Потом проехал по валу, которым была обнесена молочно-товарная ферма — разбитые окна “Красного уголка”, разобранные базы со скрюченными транспортерными лентами и вагонетками для навоза, упавшие плиты силосной ямы и словно черепа блестели под солнцем пролизанные коровами соляные камни… теперь этому месту очень подходило выражение “сровняли с землей”. И снова на какую-то долю секунды задрожали в воздухе бодрые тракторишки, с надвинутыми по кепку гигантскими стогами сена, тарантасы, на которых, упираясь на вилы, стояли скотники в фуфайках. Прогремело, прозвенело, промычало и стихло разом.

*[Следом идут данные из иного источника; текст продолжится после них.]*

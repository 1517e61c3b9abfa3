"""A generator of text in an invented setting, the corpus of the sample language models.

The growers of the terraced orchards on the island of Vell keep short logbooks: where they
worked, what the weather did, what they picked, mended or planted, and who came by. Every
place, person and plant here is made up for this project; the text is assembled from the
templates below by a seeded generator, so the corpus is the same on every machine and nothing
is copied from anywhere.

    python3 samples/lm/corpus.py --seed 1 --lines 20000 > corpus.txt
"""

import argparse
import random
import sys

PLACES = ["Brindle Terrace", "Hollow Reach", "the Saltwick rows", "Upper Corrow",
          "the Lantern Steps", "Marrow Point", "the east hedge", "Tamsel Gardens",
          "the old press yard", "Quill Hill", "the lower bank", "Fenby Cross"]
PEOPLE = ["Marit", "Oswin", "Tella", "Brannock", "Ysolde", "Pim", "Harl", "Cressa",
          "Dovey", "Anselm", "Ruth", "the Kesh twins"]
CROPS = ["quince", "amberpear", "lantern plum", "sloe", "medlar", "greengage", "russet apple",
         "bitter cherry", "hedge fig", "saltberry"]
WEATHER = ["a dry wind from the sea", "fog until noon", "steady rain", "a hard frost",
           "warm sun all day", "gusts that rattled the netting", "thin drizzle",
           "a grey, still sky", "hail for a quarter of an hour", "a bright cold morning"]
TASKS = ["pruned the {crop} rows", "mended the netting over the {crop}",
         "cleared the ditch below {place}", "grafted six {crop} whips",
         "spread mulch around the young {crop} trees", "checked the traps along {place}",
         "tied in the {crop} espaliers", "oiled the press", "counted the beehives at {place}",
         "cut back bramble at {place}", "carried water up to {place}",
         "sorted last week's {crop} into the cool store"]
PESTS = ["wasps in the {crop}", "leaf curl on the {crop}", "blackbirds at the {crop}",
         "mildew on the lower {crop} leaves", "a fox in the press yard", "snails after the rain"]
VISITS = ["{person} came by to trade {n} jars of honey for {crop} cuttings",
          "{person} asked about the price of {crop} at the Fenby market",
          "{person} brought news that the ferry will run late this week",
          "{person} borrowed the long ladder and the good shears",
          "{person} helped for the afternoon and stayed for supper"]
ENDINGS = ["Tomorrow: {task}.", "Need more twine.", "The cellar smells of {crop} again.",
           "Rest tomorrow if the weather holds.", "Must write to {person} about the cuttings.",
           "Picked {n} crates in all.", "Nothing else to note."]


def fill(template, rng):
    crop, place, person = rng.choice(CROPS), rng.choice(PLACES), rng.choice(PEOPLE)
    return template.format(crop=crop, place=place, person=person, n=rng.randint(2, 40),
                           task=rng.choice(TASKS).format(crop=crop, place=place))


def entry(rng, day):
    """One logbook entry: a heading, then three to five sentences."""
    parts = [f"Day {day} at {rng.choice(PLACES)}: {rng.choice(WEATHER)}."]
    worker = rng.choice(PEOPLE)
    parts.append(f"{worker} {fill(rng.choice(TASKS), rng)}.")
    if rng.random() < 0.5:
        parts.append(f"We picked {rng.randint(2, 40)} crates of {rng.choice(CROPS)}.")
    if rng.random() < 0.4:
        parts.append(f"Saw {fill(rng.choice(PESTS), rng)}.")
    if rng.random() < 0.4:
        parts.append(fill(rng.choice(VISITS), rng) + ".")
    parts.append(fill(rng.choice(ENDINGS), rng))
    return " ".join(parts)


def generate(seed, lines):
    """`lines` logbook entries, one per line, the same for the same seed."""
    rng = random.Random(seed)
    day = 1
    out = []
    for _ in range(lines):
        out.append(entry(rng, day))
        day = day + 1 if day < 365 else 1
    return "\n".join(out) + "\n"


def main(argv=None):
    parser = argparse.ArgumentParser(description="Write the orchard logbook corpus.")
    parser.add_argument("--seed", type=int, default=1)
    parser.add_argument("--lines", type=int, default=20000)
    args = parser.parse_args(argv)
    sys.stdout.write(generate(args.seed, args.lines))
    return 0


if __name__ == "__main__":
    sys.exit(main())
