"""Trains the sample language models on the orchard logbook corpus and exports them for sprig.

Two byte-level transformers of the same shape (4 pre-norm blocks, d_model 64, 4 heads, learned
positions, 128-token context, tied embeddings), trained the same way on the same text:

* ``tree``:  each block's feed-forward is a fast feedforward leaf tree (depth 3, 8 leaves of
  32 units), trained in its soft form with a growing hardening term (the mean binary entropy
  of the node decisions) so that the hard descent sprig runs matches what was trained;
* ``dense``: its dense twin, each feed-forward a dense layer of 256 units (all leaves' units
  together).

The corpus comes from samples/lm/corpus.py (seeded, invented text). The first 90% of its lines
train, the last 10% are held out. Writes, under --out (default: samples/lm):
``tree/`` and ``dense/`` (config.json, weights.npz, reference.npz from sprig_torch.export, with
two held-out sequences as reference inputs) and ``results.json`` (held-out loss in nats per
byte: tree soft, tree hard, dense; steps and seconds).

    PYTHONPATH=converter/python /usr/bin/python3 samples/lm/train_lm.py

PyTorch on the CPU (Debian python3-torch); seeded, so a run on the same machine repeats.
"""

import argparse
import copy
import json
import math
import os
import sys
import time

import numpy as np
import torch
import torch.nn.functional as F

sys.path.insert(0, os.path.dirname(os.path.abspath(__file__)))
import corpus  # noqa: E402  (the generator beside this script)
from sprig_torch.export import export  # noqa: E402
from sprig_torch.layers import TreeFF  # noqa: E402
from sprig_torch.models import build_model  # noqa: E402

CONTEXT = 128
BASE = {
    "family": "transformer", "tokenizer": "byte", "vocab_size": 256, "d_model": 64,
    "n_heads": 4, "max_seq": CONTEXT, "norm": "layernorm", "positions": "learned",
    "tie_embeddings": True, "head": {"kind": "lm"},
}
TREE = dict(BASE, name="vell-notes-tree",
            description="byte-level model of orchard logbook notes; leaf-tree feed-forward "
            "blocks. Sample model: its text is often wrong.",
            layers=[{"kind": "tree", "mode": "leaf", "depth": 3, "leaf_width": 32,
                     "activation": "gelu"}] * 4)
DENSE = dict(BASE, name="vell-notes-dense",
             description="dense twin of vell-notes-tree (256-unit feed-forward blocks). "
             "Sample model: its text is often wrong.",
             layers=[{"kind": "dense", "width": 256, "activation": "gelu"}] * 4)
HARDEN = 1.0  # weight of the hardening term at full strength


def split_corpus(seed, lines):
    text = corpus.generate(seed, lines).splitlines(keepends=True)
    cut = len(text) * 9 // 10
    as_bytes = lambda t: np.frombuffer("".join(t).encode("utf-8"), dtype=np.uint8)
    return as_bytes(text[:cut]), as_bytes(text[cut:])


def windows(data, count, gen):
    """`count` random windows of CONTEXT + 1 bytes: inputs and next-byte targets."""
    starts = torch.randint(0, len(data) - CONTEXT - 1, (count,), generator=gen)
    batch = torch.stack([torch.from_numpy(data[s:s + CONTEXT + 1].astype(np.int64))
                         for s in starts.tolist()])
    return batch[:, :-1], batch[:, 1:]


def init_model(config, seed):
    torch.manual_seed(seed)
    model = build_model(config)
    for name, p in model.named_parameters():
        with torch.no_grad():
            if name.endswith("bias"):
                p.zero_()
            elif "norm" in name:
                p.fill_(1.0)
            else:
                p.normal_(0.0, 0.02 if "embed" in name or "pos" in name
                          else (1.0 / p.shape[-1]) ** 0.5)
    return model


class NodeInputs:
    """Keeps each tree layer's latest input, for the hardening term."""

    def __init__(self, model):
        self.trees = [m for m in model.modules() if isinstance(m, TreeFF)]
        self.inputs = {}
        for tree in self.trees:
            tree.register_forward_pre_hook(self._keep)

    def _keep(self, module, args):
        self.inputs[id(module)] = args[0]

    def terms(self):
        """(hardening, balance), averaged over the tree layers: the mean binary entropy of the
        node decisions, and KL(leaf usage || uniform) of the batch, so that hardening does not
        settle every token on one leaf."""
        entropy, balance = 0.0, 0.0
        for tree in self.trees:
            logits = tree.node_logits(self.inputs[id(tree)])
            p = torch.sigmoid(logits).clamp(1e-6, 1 - 1e-6)
            entropy = entropy + (-(p * p.log() + (1 - p) * (1 - p).log())).mean()
            usage = tree.leaf_probabilities(logits).mean(0).clamp_min(1e-9)
            balance = balance + (usage * (usage * usage.numel()).log()).sum()
        n = max(1, len(self.trees))
        return entropy / n, balance / n


def loss_of(model, x, y, hard):
    logits = model(x, hard=hard)
    return F.cross_entropy(logits.reshape(-1, logits.shape[-1]), y.reshape(-1))


def train(model, data, steps, batch, seed, harden):
    gen = torch.Generator().manual_seed(seed)
    opt = torch.optim.AdamW(model.parameters(), lr=3e-3, weight_decay=0.01)
    nodes = NodeInputs(model) if harden else None
    model.train()
    for step in range(steps):
        # Linear warm-up over 100 steps, then cosine decay to 10%.
        lr = 3e-3 * min(1.0, (step + 1) / 100) * (0.55 + 0.45 * math.cos(math.pi * step / steps))
        for g in opt.param_groups:
            g["lr"] = lr
        x, y = windows(data, batch, gen)
        loss = loss_of(model, x, y, hard=False)
        if nodes:
            entropy, balance = nodes.terms()
            loss = loss + harden * min(1.0, 2.0 * step / steps) * entropy + balance
        opt.zero_grad()
        loss.backward()
        torch.nn.utils.clip_grad_norm_(model.parameters(), 1.0)
        opt.step()
        if step % 100 == 0 or step == steps - 1:
            print(f"  step {step}: loss {loss.item():.3f}", file=sys.stderr, flush=True)
    return model.eval()


def held_out_loss(model, data, hard, seed):
    gen = torch.Generator().manual_seed(seed)
    x, y = windows(data, 256, gen)
    with torch.no_grad():
        return float(loss_of(model, x, y, hard))


def leaf_usage(model, data, seed):
    """Held-out tokens per leaf in each block (hard descent), to show that routing spreads."""
    gen = torch.Generator().manual_seed(seed)
    x, _ = windows(data, 64, gen)
    with torch.no_grad():
        _, routes, _ = model(x, hard=True, return_routes=True)
    return [np.bincount(routes[i].numpy(), minlength=8).tolist() for i in sorted(routes)]


def main(argv=None):
    here = os.path.dirname(os.path.abspath(__file__))
    parser = argparse.ArgumentParser(description=__doc__.split("\n\n")[0])
    parser.add_argument("--out", default=here, help="directory to write (default: %(default)s)")
    parser.add_argument("--steps", type=int, default=1500)
    parser.add_argument("--batch", type=int, default=16)
    parser.add_argument("--lines", type=int, default=20000, help="corpus lines")
    parser.add_argument("--seed", type=int, default=1)
    parser.add_argument("--threads", type=int, default=1)
    args = parser.parse_args(argv)
    torch.set_num_threads(args.threads)
    train_data, held_out = split_corpus(args.seed, args.lines)
    results = {"corpus_bytes": {"train": int(len(train_data)), "held_out": int(len(held_out))},
               "steps": args.steps, "batch": args.batch, "context": CONTEXT}
    gen = torch.Generator().manual_seed(args.seed + 100)
    reference_inputs = windows(held_out, 2, gen)[0].numpy()
    for name, config, harden in (("tree", TREE, HARDEN), ("dense", DENSE, 0.0)):
        start = time.time()
        print(f"training {name}", file=sys.stderr)
        model = train(init_model(config, args.seed), train_data, args.steps, args.batch,
                      args.seed, harden)
        results[name] = {"held_out_loss_hard": held_out_loss(model, held_out, True, args.seed),
                         "train_seconds": round(time.time() - start, 1)}
        if name == "tree":
            results[name]["held_out_loss_soft"] = held_out_loss(model, held_out, False,
                                                                args.seed)
            results[name]["leaf_tokens_per_block"] = leaf_usage(model, held_out, args.seed)
        export(model, os.path.join(args.out, name), reference_inputs,
               config=copy.deepcopy(config))
    with open(os.path.join(args.out, "results.json"), "w", encoding="utf-8") as f:
        json.dump(results, f, indent=2)
        f.write("\n")
    print(json.dumps(results, indent=2))
    return 0


if __name__ == "__main__":
    sys.exit(main())
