* ``hard=None`` uses the module's ``hard`` attribute (False by default, the training form);
  ``hard=True`` is the inference form that sprig implements.
* ``return_routes=True`` returns ``(y, routes, margins)``: ``routes`` is an int64 tensor of
  the taken leaf per row (trees) or ``[rows, k]`` of chosen experts (experts, descending
  weight, ties by lower index); ``margins`` is a float tensor ``[rows]`` saying how close each
  row was to a different route (see each class). A dense layer returns ``(y, None, None)``.
  Routes are always those of the hard descent, whichever mode computed ``y``.

Training forms (``hard=False``):

* leaf tree: the soft mixture of the fast feedforward method, each node sends probability
  sigmoid(logit) to its right child and 1 - sigmoid(logit) to its left child, and the output
  is the probability-weighted sum of all leaf MLPs;
* path tree: equal to the hard form (it is already differentiable through ``act(a)``);
* experts: equal to the hard form (differentiable through the router weights).
"""

import math

import torch
import torch.nn.functional as F
from torch import nn

ACTIVATIONS = {
    "relu": F.relu,
    # Exact erf form: torch.nn.functional.gelu with approximate='none' (the default).
    "gelu": F.gelu,
    "gelu_tanh": lambda t: F.gelu(t, approximate="tanh"),
    "silu": F.silu,
}

# Config keys each layer kind accepts (docs/input-contract.md). `in`/`out` are filled by the model.
_COMMON_KEYS = {"kind", "activation", "bias", "in", "out"}
_KIND_KEYS = {
    "dense": _COMMON_KEYS | {"width", "gated"},
    ("tree", "leaf"): _COMMON_KEYS | {"mode", "depth", "leaf_width", "gated"},
    ("tree", "path"): _COMMON_KEYS | {"mode", "depth"},
    "experts": _COMMON_KEYS | {"experts", "top_k", "width", "renormalize", "gated",
                               "router_scoring", "shared_experts", "shared_width", "shared_gate"},
}
ROUTER_SCORINGS = ("softmax", "sigmoid", "softmax_chosen")


def activation(name):
    """Returns the activation function called `name` (relu, gelu, gelu_tanh or silu)."""
    if name not in ACTIVATIONS:
        raise ValueError(f"activation must be one of {sorted(ACTIVATIONS)}, got {name!r}")
    return ACTIVATIONS[name]


def _positive_int(cfg, key, minimum=1):
    value = cfg.get(key)
    if isinstance(value, bool) or not isinstance(value, int) or value < minimum:
        raise ValueError(f"layer field {key!r} must be an integer >= {minimum}, got {value!r}")
    return value


def _flag(cfg, key, default):
    value = cfg.get(key, default)
    if not isinstance(value, bool):
        raise ValueError(f"layer field {key!r} must be true or false, got {value!r}")
    return value


def normalize_layer_config(cfg, in_features=None, out_features=None):
    """Validates one `layers` entry and returns a copy with every default filled in.

    `in_features`/`out_features` supply `in`/`out` when the entry has none (a transformer
    passes d_model, a stack the previous layer's width). Unknown keys are refused, as the
    converter refuses them.
    """
    if not isinstance(cfg, dict):
        raise ValueError(f"a layer entry must be an object, got {cfg!r}")
    kind = cfg.get("kind")
    mode = cfg.get("mode", "leaf") if kind == "tree" else None
    key = (kind, mode) if kind == "tree" else kind
    if key not in _KIND_KEYS:
        raise ValueError(
            f"layer kind/mode must be dense, tree (leaf|path) or experts, got {kind!r}/{mode!r}")
    unknown = set(cfg) - _KIND_KEYS[key]
    if unknown:
        raise ValueError(f"layer of kind {kind!r} has unknown fields {sorted(unknown)}")

    out = {"kind": kind}
    if kind == "tree":
        out["mode"] = mode
        out["depth"] = _positive_int(cfg, "depth", minimum=0)
        if mode == "leaf":
            out["leaf_width"] = _positive_int(cfg, "leaf_width")
    else:
        out["width"] = _positive_int(cfg, "width")
    if kind == "experts":
        out["experts"] = _positive_int(cfg, "experts")
        out["top_k"] = _positive_int(cfg, "top_k")
        if out["top_k"] > out["experts"]:
            raise ValueError(f"top_k ({out['top_k']}) must not exceed experts ({out['experts']})")
        out["renormalize"] = _flag(cfg, "renormalize", True)
        out["router_scoring"] = cfg.get("router_scoring", "softmax")
        if out["router_scoring"] not in ROUTER_SCORINGS:
            raise ValueError(f"router_scoring must be one of {list(ROUTER_SCORINGS)}, "
                             f"got {out['router_scoring']!r}")
        if out["router_scoring"] == "softmax_chosen" and not out["renormalize"]:
            raise ValueError("renormalize is false but router_scoring softmax_chosen always "
                             "normalises over the chosen experts")
        out["shared_experts"] = _positive_int(
            {"shared_experts": cfg.get("shared_experts", 0)}, "shared_experts", minimum=0)
        if out["shared_experts"]:
            out["shared_width"] = _positive_int(
                {"shared_width": cfg.get("shared_width", out["width"])}, "shared_width")
            out["shared_gate"] = _flag(cfg, "shared_gate", False)
        else:
            given = sorted({"shared_width", "shared_gate"} & set(cfg))
            if given:
                raise ValueError(f"layer fields {given} apply only to a layer with shared_experts")
    out["activation"] = cfg.get("activation", "relu")
    activation(out["activation"])  # validates the name
    if key != ("tree", "path"):
        out["gated"] = _flag(cfg, "gated", False)
    out["bias"] = _flag(cfg, "bias", True)
    for name, given in (("in", in_features), ("out", out_features)):
        value = cfg.get(name, given)
        if value is None:
            raise ValueError(f"layer field {name!r} is required here")
        out[name] = _positive_int({name: value}, name)
        if given is not None and out[name] != given:
            raise ValueError(f"layer field {name!r} is {out[name]}, expected {given}")
    return out


class Params(nn.Module):
    """A holder of named parameters, so that its state_dict keys are `<holder>.<name>`.

    ``Params(weight=(3, 4), bias=None)`` has a zero `weight` of shape [3, 4] and no `bias`
    (``self.bias`` is None). Zeros are placeholders: callers initialise or load the values.
    """

    def __init__(self, **shapes):
        super().__init__()
        for name, shape in shapes.items():
            if shape is None:
                setattr(self, name, None)
            else:
                self.register_parameter(name, nn.Parameter(torch.zeros(shape)))


def _linear_params(out_features, in_features, bias, lead=()):
    """A weight [*lead, out, in] and, when `bias`, a bias [*lead, out]."""
    return Params(weight=(*lead, out_features, in_features),
                  bias=(*lead, out_features) if bias else None)


def _add_bias(t, b):
    return t if b is None else t + b


class _MlpBank(nn.Module):
    """`count` MLPs stored as stacked tensors fc1/gate/fc2 of shapes [count, W, in] etc.

    Tree leaves and experts both use this: `leaves.fc1.weight`, `experts.fc2.bias`, ...
    """

    def __init__(self, count, in_features, width, out_features, gated, bias):
        super().__init__()
        self.fc1 = _linear_params(width, in_features, bias, (count,))
        self.gate = _linear_params(width, in_features, bias, (count,)) if gated else None
        self.fc2 = _linear_params(out_features, width, bias, (count,))

    def forward_all(self, x, act):
        """Every MLP on every row: x [rows, in] -> [rows, count, out]."""
        h = _add_bias(torch.einsum("cwi,ri->rcw", self.fc1.weight, x), self.fc1.bias)
        if self.gate is not None:
            g = _add_bias(torch.einsum("cwi,ri->rcw", self.gate.weight, x), self.gate.bias)
            h = act(g) * h
        else:
            h = act(h)
        return _add_bias(torch.einsum("cow,rcw->rco", self.fc2.weight, h), self.fc2.bias)

    def forward_selected(self, x, index, act):
        """Only the MLPs named by `index` [rows, k] for each row: -> [rows, k, out].

        Gathers each row's weights, as the runtime touches only the chosen leaves/experts.
        """

        def take(params):
            b = None if params.bias is None else params.bias[index]
            return params.weight[index], b

        w1, b1 = take(self.fc1)
        h = _add_bias(torch.einsum("rkwi,ri->rkw", w1, x), b1)
        if self.gate is not None:
            wg, bg = take(self.gate)
            h = act(_add_bias(torch.einsum("rkwi,ri->rkw", wg, x), bg)) * h
        else:
            h = act(h)
        w2, b2 = take(self.fc2)
        return _add_bias(torch.einsum("rkow,rkw->rko", w2, h), b2)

На кирпичной кладке пекарни остатки побелки, а кажется, что это мучная пыль. Угрюмый, черный маслозавод. Крепкие, из сварного железа ворота машдвора сохранились, а ограда разрушилась. Кругом поржавевшие останки. Особенно жалко смотрелись комбайны, громоздкие унылые трупы. Когда Димка приблизился к ним, в небо со страшным криком вспорхнули вороны, здесь они свили гнезда и выращивают своих птенцов, охраняют их. По шатким лестницам Димка залазил в кабины, садился за штурвал, с чувством капитана, вернувшегося к родному кораблю. Тишина и только ветер воет в пустых вентиляторных нишах. С укором смотрят голые девушки эротических постеров, с другой стороны в овальном иллюминаторе — ржавый бункер. Горестно прихлопывает по боковине культя выгрузного шнека, а впереди под жаткой — трухлявые кости и барханы, поросшие бледными зелеными лезвиями и желтой щетиной ковыля. Димка сидел в затхлой, сотрясаемой ветром кабине, и перед его взором колыхались глубокие, темно-золотые впадины полей, расстилались вдаль желтые, приятно окультуренные квадраты, над мотовилом порхал копчик и грозил пробить грудью мелькающие планки. В сердце звучала счастливая мелодия. Димка посмотрел на ладонь, и было полное ощущение, что он держит на ней сухую и по-женски нежную горсть зерна, и очнулся — на горизонте барханы дымили песчаными вихрями. Сопровождаемый похоронными криками ворон, долго стоял на капитанских мостиках этих кораблей, умирающих на дне высохшего океана. Ему было жаль их, еще далеко не отработавших свои ресурсы, и он все не мог уйти, соболезнуя, сожалея, мучаясь. А пленка чужой памяти прокручивала другие кадры — осень, ровный ряд комбайнов, под осями крепкие чурбачки, бодро задранные жатки и ослепительное сияние побеленных колес. Он закурил. Димка заметил, что от здешних постоянных ветров сигареты выгорают быстрее, будто они короче стали.
В разваливающемся домике главного инженера полумрак, отодвинут стул, а на столе, застеленном “Крокодилом”, раскрытый посередине бортовой журнал. В мусорке бутыль херши-колы.